Records from a data collection:
────────────────────
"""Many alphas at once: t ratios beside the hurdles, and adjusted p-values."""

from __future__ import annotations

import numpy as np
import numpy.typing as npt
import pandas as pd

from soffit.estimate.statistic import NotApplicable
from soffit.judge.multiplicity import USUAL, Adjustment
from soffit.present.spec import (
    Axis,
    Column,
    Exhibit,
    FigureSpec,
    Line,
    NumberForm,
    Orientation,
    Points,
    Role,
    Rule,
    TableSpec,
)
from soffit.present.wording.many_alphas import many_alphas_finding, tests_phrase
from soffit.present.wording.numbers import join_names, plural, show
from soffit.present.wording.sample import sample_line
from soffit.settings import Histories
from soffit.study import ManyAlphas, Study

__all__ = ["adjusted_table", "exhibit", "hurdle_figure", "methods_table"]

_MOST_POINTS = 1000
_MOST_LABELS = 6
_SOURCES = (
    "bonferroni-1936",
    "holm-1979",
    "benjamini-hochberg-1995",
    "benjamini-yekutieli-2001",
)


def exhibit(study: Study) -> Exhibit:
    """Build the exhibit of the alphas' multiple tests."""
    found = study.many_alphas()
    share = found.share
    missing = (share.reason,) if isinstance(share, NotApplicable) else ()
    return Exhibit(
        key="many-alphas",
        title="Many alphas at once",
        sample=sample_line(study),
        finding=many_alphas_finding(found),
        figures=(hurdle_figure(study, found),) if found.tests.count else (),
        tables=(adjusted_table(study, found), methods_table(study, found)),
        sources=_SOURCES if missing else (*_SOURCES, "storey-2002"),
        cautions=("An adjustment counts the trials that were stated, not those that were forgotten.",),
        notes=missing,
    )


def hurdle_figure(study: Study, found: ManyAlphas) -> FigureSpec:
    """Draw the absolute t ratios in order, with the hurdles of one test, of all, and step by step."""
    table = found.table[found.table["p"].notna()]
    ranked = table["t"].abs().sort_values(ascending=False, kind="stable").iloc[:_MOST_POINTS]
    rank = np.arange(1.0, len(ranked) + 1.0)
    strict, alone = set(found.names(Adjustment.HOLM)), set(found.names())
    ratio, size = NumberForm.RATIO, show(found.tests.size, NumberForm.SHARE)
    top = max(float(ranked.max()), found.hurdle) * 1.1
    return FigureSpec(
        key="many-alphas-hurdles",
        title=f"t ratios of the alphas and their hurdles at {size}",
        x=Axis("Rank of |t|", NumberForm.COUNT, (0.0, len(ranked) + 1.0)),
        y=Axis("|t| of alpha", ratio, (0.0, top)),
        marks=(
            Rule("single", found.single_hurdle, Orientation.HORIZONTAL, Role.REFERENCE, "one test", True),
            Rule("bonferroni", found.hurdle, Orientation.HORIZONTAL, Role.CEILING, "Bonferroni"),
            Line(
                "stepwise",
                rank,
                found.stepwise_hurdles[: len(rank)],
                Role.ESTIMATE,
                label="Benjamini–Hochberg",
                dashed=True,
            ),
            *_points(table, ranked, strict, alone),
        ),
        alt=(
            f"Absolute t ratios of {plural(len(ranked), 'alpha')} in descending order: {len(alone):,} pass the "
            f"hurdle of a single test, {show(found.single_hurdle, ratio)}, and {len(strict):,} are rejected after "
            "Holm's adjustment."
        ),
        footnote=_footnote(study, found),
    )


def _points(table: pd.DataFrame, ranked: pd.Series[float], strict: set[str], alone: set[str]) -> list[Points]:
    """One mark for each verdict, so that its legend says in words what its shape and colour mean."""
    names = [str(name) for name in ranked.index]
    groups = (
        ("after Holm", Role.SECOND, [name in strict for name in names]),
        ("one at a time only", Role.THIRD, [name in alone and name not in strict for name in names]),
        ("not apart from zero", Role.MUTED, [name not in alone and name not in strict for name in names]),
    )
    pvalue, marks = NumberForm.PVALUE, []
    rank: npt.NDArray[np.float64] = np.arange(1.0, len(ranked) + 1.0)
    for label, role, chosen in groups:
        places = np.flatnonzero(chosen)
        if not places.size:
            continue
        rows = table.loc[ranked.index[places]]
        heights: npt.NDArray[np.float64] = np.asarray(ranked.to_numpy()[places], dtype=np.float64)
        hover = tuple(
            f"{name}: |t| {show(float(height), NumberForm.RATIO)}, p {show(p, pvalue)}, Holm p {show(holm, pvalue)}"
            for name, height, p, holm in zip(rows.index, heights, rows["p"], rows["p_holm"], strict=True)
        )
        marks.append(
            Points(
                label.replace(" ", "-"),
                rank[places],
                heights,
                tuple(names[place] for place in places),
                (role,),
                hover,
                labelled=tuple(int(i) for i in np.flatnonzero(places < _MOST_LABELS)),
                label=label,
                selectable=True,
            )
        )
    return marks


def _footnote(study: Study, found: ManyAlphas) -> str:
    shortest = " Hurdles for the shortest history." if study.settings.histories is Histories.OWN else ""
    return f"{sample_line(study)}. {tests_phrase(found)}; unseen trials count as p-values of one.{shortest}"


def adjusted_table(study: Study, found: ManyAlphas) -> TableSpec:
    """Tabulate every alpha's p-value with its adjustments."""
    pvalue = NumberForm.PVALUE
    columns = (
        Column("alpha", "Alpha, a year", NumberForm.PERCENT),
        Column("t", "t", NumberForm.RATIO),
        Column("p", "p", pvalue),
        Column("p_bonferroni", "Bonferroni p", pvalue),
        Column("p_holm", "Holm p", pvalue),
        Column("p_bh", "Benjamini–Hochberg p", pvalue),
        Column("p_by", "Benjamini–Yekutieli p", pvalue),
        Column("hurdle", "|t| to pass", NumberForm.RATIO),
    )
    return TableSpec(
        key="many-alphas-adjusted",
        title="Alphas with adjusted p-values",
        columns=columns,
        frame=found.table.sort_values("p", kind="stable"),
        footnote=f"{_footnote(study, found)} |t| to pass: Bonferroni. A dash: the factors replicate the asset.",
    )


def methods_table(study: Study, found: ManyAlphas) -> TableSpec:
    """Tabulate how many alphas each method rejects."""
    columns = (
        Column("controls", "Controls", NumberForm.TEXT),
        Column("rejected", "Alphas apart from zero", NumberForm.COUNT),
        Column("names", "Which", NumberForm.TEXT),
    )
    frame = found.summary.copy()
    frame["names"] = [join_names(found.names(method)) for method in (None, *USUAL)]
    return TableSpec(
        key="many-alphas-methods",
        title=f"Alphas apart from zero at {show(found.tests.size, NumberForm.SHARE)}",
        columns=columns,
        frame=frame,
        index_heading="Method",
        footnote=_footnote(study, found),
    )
────────────────────
WHAT IS REQUIRED>
Every line in the records above that contains the word "marks" should be copied out.

RESPONSE FOR THIS EXERCISE>
        marks=(
    pvalue, marks = NumberForm.PVALUE, []
        marks.append(
    return marks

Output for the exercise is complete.